_Problem_:
Each record has to be repeated exactly as given.

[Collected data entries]
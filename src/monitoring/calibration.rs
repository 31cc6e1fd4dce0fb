//! Live calibration: for each model version, how its predicted probabilities compare with the
//! outcomes reported for them, over a window of the most recent outcomes.
//!
//! With n outcomes yᵢ ∈ {0, 1} and their predictions pᵢ, and p̃ᵢ = clip(pᵢ, 1e-15, 1 − 1e-15):
//!
//! ```text
//! Brier score                 (1/n) Σ (pᵢ − yᵢ)²
//! log loss                    −(1/n) Σ [yᵢ ln p̃ᵢ + (1 − yᵢ) ln(1 − p̃ᵢ)]
//! calibration-in-the-large    ȳ − p̄                       (mean observed − mean predicted)
//! calibration slope           b in  logit P(yᵢ = 1) = a + b · logit(p̃ᵢ),  fitted by maximum
//!                             likelihood (Newton–Raphson on (a, b), started at (0, 1))
//! ROC AUC                     (R₁ − n₁(n₁ + 1)/2) / (n₁ n₀),  R₁ the sum of the mid-ranks of
//!                             the positives among all pᵢ (Mann–Whitney, ties counted half)
//! ```
//!
//! The clip bound 1e-15 is the one scikit-learn's `log_loss` used by default before version 1.5
//! (it now clips at float64 machine epsilon, 2.2e-16); the two agree for every prediction inside
//! [1e-15, 1 − 1e-15], and a prediction of exactly 0 or 1 with the wrong outcome costs
//! ln(1e15) ≈ 34.5 here. A slope near 1 and an intercept near 0 mean the predictions are as
//! spread out as the outcomes warrant; a slope below 1 means they are too extreme. The slope and
//! the AUC need both outcomes in the window (and the slope a finite maximum, so not perfectly
//! separated data); they are absent otherwise.
//!
//! Fleet-wide figures: a window's figures are one process's, and averaging them across
//! replicas is not the fleet's figure. So each version also exports running totals that add
//! across replicas exactly ([`OutcomeTotals`]): the outcome count n, Σyᵢ, Σpᵢ, Σ(pᵢ − yᵢ)², the
//! summed log loss, the predictions in [`OUTCOME_BINS`] bins of width 0.01 split by outcome, and
//! per tenth of the probability scale its count, positives and Σpᵢ. The recording rules in
//! `deploy/prometheus/ogive-rules.yml` sum them over the fleet and a time window and divide:
//! Brier score, log loss, calibration-in-the-large and the reliability curve come out exact;
//! the ROC AUC comes out binned, with pairs in the same bin counted half:
//!
//! ```text
//! AUC_binned = Σₖ posₖ · (neg₍<k₎ + ½ negₖ) / (n₁ n₀)
//! |AUC_binned − AUC| ≤ ½ Σₖ posₖ · negₖ / (n₁ n₀)          (the tie bound, also recorded)
//! ```
//!
//! On the demo models' data (20,000 rows each) the binned AUC is within 0.0002 of the exact one
//! (tests/monitoring.rs checks it against scikit-learn within 0.005); the tie bound there is
//! 0.016 (lease-arrears) and 0.008 (rebate-uptake), the worst case, which needs every
//! positive to sit below every negative inside each bin. PromQL cannot pair neighbouring
//! histogram buckets, so each bucket's count of predictions below it (`neg₍<k₎`) is exported
//! too, as `ogive_outcome_probability_below_total{bound}`, `bound` holding the bucket's `le`
//! (the exposition format keeps the label `le` for histograms).
//!
//! Cost: the figures are O(n log n) in the window (the AUC sorts), so they are computed when
//! scraped or reported, and only if an outcome arrived since the last computation; reporting an
//! outcome is O(1).
//!
//! This module does not know where outcomes come from (the answer store in
//! [`crate::monitoring::outcomes`] matches them to answers) and knows nothing of HTTP.

use std::collections::HashMap;
use std::sync::{Arc, Mutex, PoisonError};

_Reply to the exercise_:
filename src/monitoring/calibration.rs
repository 31cc6e1fd4dce0fb
//! Live calibration: for each model version, how its predicted probabilities compare with the
//! outcomes reported for them, over a window of the most recent outcomes.
//!
//! With n outcomes yᵢ ∈ {0, 1} and their predictions pᵢ, and p̃ᵢ = clip(pᵢ, 1e-15, 1 − 1e-15):
//!
//! ```text
//! Brier score                 (1/n) Σ (pᵢ − yᵢ)²
//! log loss                    −(1/n) Σ [yᵢ ln p̃ᵢ + (1 − yᵢ) ln(1 − p̃ᵢ)]
//! calibration-in-the-large    ȳ − p̄                       (mean observed − mean predicted)
//! calibration slope           b in  logit P(yᵢ = 1) = a + b · logit(p̃ᵢ),  fitted by maximum
//!                             likelihood (Newton–Raphson on (a, b), started at (0, 1))
//! ROC AUC                     (R₁ − n₁(n₁ + 1)/2) / (n₁ n₀),  R₁ the sum of the mid-ranks of
//!                             the positives among all pᵢ (Mann–Whitney, ties counted half)
//! ```
//!
//! The clip bound 1e-15 is the one scikit-learn's `log_loss` used by default before version 1.5
//! (it now clips at float64 machine epsilon, 2.2e-16); the two agree for every prediction inside
//! [1e-15, 1 − 1e-15], and a prediction of exactly 0 or 1 with the wrong outcome costs
//! ln(1e15) ≈ 34.5 here. A slope near 1 and an intercept near 0 mean the predictions are as
//! spread out as the outcomes warrant; a slope below 1 means they are too extreme. The slope and
//! the AUC need both outcomes in the window (and the slope a finite maximum, so not perfectly
//! separated data); they are absent otherwise.
//!
//! Fleet-wide figures: a window's figures are one process's, and averaging them across
//! replicas is not the fleet's figure. So each version also exports running totals that add
//! across replicas exactly ([`OutcomeTotals`]): the outcome count n, Σyᵢ, Σpᵢ, Σ(pᵢ − yᵢ)², the
//! summed log loss, the predictions in [`OUTCOME_BINS`] bins of width 0.01 split by outcome, and
//! per tenth of the probability scale its count, positives and Σpᵢ. The recording rules in
//! `deploy/prometheus/ogive-rules.yml` sum them over the fleet and a time window and divide:
//! Brier score, log loss, calibration-in-the-large and the reliability curve come out exact;
//! the ROC AUC comes out binned, with pairs in the same bin counted half:
//!
//! ```text
//! AUC_binned = Σₖ posₖ · (neg₍<k₎ + ½ negₖ) / (n₁ n₀)
//! |AUC_binned − AUC| ≤ ½ Σₖ posₖ · negₖ / (n₁ n₀)          (the tie bound, also recorded)
//! ```
//!
//! On the demo models' data (20,000 rows each) the binned AUC is within 0.0002 of the exact one
//! (tests/monitoring.rs checks it against scikit-learn within 0.005); the tie bound there is
//! 0.016 (lease-arrears) and 0.008 (rebate-uptake), the worst case, which needs every
//! positive to sit below every negative inside each bin. PromQL cannot pair neighbouring
//! histogram buckets, so each bucket's count of predictions below it (`neg₍<k₎`) is exported
//! too, as `ogive_outcome_probability_below_total{bound}`, `bound` holding the bucket's `le`
//! (the exposition format keeps the label `le` for histograms).
//!
//! Cost: the figures are O(n log n) in the window (the AUC sorts), so they are computed when
//! scraped or reported, and only if an outcome arrived since the last computation; reporting an
//! outcome is O(1).
//!
//! This module does not know where outcomes come from (the answer store in
//! [`crate::monitoring::outcomes`] matches them to answers) and knows nothing of HTTP.

use std::collections::HashMap;
use std::sync::{Arc, Mutex, PoisonError};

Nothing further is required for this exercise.